Start of Data for the task

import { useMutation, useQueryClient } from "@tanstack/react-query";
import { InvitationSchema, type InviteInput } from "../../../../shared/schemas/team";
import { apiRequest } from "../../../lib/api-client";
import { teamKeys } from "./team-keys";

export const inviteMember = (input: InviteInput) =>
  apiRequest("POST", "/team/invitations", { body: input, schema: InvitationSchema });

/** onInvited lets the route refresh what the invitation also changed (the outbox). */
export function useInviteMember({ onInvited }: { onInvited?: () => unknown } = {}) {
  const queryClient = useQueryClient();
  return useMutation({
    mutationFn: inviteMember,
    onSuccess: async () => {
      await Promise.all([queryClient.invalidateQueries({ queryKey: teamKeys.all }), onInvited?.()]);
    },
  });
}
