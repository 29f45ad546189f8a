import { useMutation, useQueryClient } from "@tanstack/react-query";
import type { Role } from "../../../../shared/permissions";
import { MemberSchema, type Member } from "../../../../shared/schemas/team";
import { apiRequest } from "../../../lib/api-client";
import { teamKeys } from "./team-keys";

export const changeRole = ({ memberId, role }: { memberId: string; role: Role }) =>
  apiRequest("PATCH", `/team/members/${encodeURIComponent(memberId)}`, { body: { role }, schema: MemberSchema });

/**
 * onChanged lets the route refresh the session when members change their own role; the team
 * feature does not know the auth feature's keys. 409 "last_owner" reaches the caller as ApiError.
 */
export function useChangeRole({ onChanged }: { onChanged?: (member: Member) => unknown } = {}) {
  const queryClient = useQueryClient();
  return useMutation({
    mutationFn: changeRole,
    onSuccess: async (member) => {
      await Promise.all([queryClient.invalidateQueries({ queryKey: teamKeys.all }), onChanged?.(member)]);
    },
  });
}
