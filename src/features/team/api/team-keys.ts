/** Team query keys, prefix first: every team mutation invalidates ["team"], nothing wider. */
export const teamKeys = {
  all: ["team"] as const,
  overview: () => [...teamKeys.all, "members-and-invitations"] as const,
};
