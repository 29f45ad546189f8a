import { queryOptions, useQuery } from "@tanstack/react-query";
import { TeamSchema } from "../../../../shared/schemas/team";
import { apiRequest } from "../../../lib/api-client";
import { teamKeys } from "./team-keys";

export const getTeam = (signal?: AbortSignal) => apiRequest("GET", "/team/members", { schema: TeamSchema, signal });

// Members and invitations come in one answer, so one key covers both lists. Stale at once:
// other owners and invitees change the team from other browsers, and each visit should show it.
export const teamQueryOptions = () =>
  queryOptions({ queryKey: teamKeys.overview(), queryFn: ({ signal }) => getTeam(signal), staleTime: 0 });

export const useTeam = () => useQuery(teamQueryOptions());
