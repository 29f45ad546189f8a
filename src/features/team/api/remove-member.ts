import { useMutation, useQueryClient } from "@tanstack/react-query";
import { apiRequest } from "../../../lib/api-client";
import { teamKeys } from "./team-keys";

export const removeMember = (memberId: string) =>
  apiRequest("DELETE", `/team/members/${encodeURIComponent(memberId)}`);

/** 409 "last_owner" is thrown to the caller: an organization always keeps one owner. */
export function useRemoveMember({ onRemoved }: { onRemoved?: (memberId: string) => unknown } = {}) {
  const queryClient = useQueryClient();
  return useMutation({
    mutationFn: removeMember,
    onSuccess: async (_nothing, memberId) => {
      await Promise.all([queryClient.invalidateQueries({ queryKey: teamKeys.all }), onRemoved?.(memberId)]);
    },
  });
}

End of Data for the task
Start of Data for the task

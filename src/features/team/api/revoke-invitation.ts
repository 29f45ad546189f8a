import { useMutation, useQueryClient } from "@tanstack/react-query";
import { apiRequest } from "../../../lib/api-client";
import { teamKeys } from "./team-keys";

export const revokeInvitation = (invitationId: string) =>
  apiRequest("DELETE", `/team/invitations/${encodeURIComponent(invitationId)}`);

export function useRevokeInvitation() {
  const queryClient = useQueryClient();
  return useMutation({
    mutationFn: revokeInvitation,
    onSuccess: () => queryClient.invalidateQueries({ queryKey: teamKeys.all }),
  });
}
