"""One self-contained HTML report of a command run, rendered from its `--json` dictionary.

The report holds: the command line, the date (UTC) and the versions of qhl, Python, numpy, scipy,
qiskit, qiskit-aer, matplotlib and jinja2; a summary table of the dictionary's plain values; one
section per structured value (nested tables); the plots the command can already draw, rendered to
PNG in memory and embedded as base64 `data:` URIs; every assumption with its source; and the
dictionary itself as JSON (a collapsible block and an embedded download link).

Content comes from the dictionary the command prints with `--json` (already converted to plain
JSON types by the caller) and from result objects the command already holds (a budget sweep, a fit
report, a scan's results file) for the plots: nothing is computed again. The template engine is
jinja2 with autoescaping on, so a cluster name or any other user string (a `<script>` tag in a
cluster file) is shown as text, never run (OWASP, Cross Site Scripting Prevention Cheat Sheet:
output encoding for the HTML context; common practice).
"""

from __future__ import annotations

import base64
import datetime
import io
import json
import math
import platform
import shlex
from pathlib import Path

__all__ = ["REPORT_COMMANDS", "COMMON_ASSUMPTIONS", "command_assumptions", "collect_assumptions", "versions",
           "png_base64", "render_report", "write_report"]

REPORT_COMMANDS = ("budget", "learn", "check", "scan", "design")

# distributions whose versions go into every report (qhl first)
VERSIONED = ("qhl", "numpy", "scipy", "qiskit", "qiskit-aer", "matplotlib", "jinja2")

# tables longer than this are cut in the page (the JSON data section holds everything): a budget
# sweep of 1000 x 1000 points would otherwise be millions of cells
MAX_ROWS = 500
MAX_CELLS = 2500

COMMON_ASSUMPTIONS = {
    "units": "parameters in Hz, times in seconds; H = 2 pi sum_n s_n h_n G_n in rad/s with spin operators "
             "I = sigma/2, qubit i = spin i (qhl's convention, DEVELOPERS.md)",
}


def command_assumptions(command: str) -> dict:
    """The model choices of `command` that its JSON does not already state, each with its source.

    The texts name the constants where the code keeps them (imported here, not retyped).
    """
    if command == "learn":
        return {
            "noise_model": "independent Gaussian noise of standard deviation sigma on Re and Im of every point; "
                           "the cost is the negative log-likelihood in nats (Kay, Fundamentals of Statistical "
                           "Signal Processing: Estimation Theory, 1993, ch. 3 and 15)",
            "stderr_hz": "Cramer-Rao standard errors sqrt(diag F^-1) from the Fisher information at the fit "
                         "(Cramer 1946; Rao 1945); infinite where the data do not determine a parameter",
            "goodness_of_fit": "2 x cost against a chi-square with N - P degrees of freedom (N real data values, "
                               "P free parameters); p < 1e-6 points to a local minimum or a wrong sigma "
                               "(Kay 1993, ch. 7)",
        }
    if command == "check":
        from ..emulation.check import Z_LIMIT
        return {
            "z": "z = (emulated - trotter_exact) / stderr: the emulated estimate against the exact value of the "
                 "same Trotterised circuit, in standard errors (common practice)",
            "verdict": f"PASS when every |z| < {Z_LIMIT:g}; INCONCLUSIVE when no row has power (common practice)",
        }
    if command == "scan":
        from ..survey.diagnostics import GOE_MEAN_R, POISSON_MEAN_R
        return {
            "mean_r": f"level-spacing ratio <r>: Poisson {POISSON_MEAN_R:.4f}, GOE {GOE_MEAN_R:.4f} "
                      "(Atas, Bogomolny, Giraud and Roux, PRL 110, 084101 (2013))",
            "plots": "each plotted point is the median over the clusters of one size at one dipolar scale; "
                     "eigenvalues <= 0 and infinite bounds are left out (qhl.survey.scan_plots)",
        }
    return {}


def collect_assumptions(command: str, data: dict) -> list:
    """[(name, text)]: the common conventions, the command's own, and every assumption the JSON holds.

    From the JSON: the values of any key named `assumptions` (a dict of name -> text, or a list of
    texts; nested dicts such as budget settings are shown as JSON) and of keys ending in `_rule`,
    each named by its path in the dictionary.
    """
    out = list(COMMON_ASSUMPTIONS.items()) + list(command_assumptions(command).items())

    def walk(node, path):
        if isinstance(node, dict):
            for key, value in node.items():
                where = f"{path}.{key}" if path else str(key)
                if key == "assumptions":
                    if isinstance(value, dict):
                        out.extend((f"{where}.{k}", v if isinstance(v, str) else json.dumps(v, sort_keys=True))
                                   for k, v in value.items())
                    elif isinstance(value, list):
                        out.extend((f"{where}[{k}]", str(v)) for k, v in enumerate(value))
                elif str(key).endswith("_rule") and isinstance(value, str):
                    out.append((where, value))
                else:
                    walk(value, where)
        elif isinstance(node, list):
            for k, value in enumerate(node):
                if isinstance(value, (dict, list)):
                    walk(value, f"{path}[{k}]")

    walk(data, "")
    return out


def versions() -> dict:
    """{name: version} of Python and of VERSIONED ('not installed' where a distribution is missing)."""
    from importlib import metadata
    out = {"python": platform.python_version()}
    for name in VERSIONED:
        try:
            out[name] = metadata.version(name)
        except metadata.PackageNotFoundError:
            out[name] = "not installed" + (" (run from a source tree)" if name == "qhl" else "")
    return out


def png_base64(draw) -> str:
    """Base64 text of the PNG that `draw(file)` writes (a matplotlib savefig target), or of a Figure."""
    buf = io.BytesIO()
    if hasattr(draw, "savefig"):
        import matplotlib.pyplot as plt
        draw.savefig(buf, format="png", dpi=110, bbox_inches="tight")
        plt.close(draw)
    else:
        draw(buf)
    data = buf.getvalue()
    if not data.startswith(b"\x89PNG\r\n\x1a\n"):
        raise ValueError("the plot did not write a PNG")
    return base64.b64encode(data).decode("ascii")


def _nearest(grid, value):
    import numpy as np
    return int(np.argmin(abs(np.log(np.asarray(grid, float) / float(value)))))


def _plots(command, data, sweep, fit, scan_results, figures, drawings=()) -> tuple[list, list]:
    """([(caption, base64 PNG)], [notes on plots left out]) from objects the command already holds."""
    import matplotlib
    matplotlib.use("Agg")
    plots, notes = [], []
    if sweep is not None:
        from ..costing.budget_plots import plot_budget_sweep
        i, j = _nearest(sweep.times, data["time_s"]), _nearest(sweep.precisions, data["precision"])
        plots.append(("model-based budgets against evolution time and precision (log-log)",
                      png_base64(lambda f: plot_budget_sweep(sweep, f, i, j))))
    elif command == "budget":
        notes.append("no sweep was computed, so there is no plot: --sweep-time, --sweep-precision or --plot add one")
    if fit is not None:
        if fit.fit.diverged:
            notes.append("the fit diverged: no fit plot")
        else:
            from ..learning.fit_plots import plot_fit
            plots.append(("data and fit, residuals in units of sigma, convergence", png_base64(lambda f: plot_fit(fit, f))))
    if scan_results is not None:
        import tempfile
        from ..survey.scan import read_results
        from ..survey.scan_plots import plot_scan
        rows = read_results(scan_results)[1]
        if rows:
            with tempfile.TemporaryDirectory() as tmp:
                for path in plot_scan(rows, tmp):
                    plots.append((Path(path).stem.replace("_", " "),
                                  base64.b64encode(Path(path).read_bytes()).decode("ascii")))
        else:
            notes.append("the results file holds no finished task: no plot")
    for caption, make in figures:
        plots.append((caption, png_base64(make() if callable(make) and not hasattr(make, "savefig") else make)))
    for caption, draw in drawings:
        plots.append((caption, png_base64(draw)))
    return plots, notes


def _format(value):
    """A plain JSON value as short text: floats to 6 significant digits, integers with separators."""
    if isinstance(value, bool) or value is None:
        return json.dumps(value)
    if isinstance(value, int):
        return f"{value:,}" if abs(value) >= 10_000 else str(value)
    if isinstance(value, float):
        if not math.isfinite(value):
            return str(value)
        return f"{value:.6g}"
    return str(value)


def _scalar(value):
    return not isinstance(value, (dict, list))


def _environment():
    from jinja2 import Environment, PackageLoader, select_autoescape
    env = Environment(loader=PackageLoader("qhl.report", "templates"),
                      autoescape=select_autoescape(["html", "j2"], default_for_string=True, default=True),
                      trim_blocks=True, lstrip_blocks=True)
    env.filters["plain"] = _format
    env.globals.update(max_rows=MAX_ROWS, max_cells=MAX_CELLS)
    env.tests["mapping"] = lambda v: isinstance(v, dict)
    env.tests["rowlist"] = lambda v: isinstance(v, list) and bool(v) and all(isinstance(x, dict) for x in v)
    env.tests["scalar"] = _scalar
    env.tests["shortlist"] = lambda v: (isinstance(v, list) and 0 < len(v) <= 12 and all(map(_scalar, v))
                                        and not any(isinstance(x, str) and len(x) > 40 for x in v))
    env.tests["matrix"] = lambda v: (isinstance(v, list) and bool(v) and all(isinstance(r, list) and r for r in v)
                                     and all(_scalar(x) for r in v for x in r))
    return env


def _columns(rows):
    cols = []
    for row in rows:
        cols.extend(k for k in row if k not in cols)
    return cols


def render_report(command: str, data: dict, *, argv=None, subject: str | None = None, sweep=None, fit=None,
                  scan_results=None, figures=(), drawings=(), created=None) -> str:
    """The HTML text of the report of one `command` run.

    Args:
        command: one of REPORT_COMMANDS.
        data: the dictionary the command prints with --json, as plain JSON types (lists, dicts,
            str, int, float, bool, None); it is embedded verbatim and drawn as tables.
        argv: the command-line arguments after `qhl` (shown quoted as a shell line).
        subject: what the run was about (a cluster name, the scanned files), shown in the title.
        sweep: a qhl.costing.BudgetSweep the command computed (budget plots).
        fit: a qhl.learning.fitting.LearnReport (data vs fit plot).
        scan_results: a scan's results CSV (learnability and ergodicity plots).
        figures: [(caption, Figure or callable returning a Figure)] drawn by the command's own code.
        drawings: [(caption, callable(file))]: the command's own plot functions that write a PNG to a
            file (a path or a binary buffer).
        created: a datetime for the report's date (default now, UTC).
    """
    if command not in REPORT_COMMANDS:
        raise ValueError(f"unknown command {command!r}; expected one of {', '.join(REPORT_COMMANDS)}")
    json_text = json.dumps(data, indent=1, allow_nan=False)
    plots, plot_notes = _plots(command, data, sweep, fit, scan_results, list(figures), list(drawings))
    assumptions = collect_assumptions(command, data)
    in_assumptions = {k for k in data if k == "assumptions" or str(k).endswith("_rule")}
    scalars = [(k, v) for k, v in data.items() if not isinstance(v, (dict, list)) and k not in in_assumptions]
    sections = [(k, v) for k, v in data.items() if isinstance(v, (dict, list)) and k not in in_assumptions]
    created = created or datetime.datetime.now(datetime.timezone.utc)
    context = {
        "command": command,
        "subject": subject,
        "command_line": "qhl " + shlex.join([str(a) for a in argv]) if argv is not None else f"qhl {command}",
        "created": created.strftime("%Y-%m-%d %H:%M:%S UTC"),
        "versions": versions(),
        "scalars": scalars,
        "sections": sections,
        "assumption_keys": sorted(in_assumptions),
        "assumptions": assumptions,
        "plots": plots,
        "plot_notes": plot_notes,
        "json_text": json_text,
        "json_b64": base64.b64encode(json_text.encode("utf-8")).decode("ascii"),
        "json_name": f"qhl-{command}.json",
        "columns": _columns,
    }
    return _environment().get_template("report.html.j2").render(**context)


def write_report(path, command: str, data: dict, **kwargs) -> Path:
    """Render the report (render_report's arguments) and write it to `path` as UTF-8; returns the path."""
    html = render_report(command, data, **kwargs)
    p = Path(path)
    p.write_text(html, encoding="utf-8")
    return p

End of Data for the task

Goal of the exercise » Read through the records above and copy the lines that contain "where".

Output of the exercise »
    The texts name the constants where the code keeps them (imported here, not retyped).
                         "(Cramer 1946; Rao 1945); infinite where the data do not determine a parameter",
                where = f"{path}.{key}" if path else str(key)
                        out.extend((f"{where}.{k}", v if isinstance(v, str) else json.dumps(v, sort_keys=True))
                        out.extend((f"{where}[{k}]", str(v)) for k, v in enumerate(value))
                    out.append((where, value))
                    walk(value, where)
    """{name: version} of Python and of VERSIONED ('not installed' where a distribution is missing)."""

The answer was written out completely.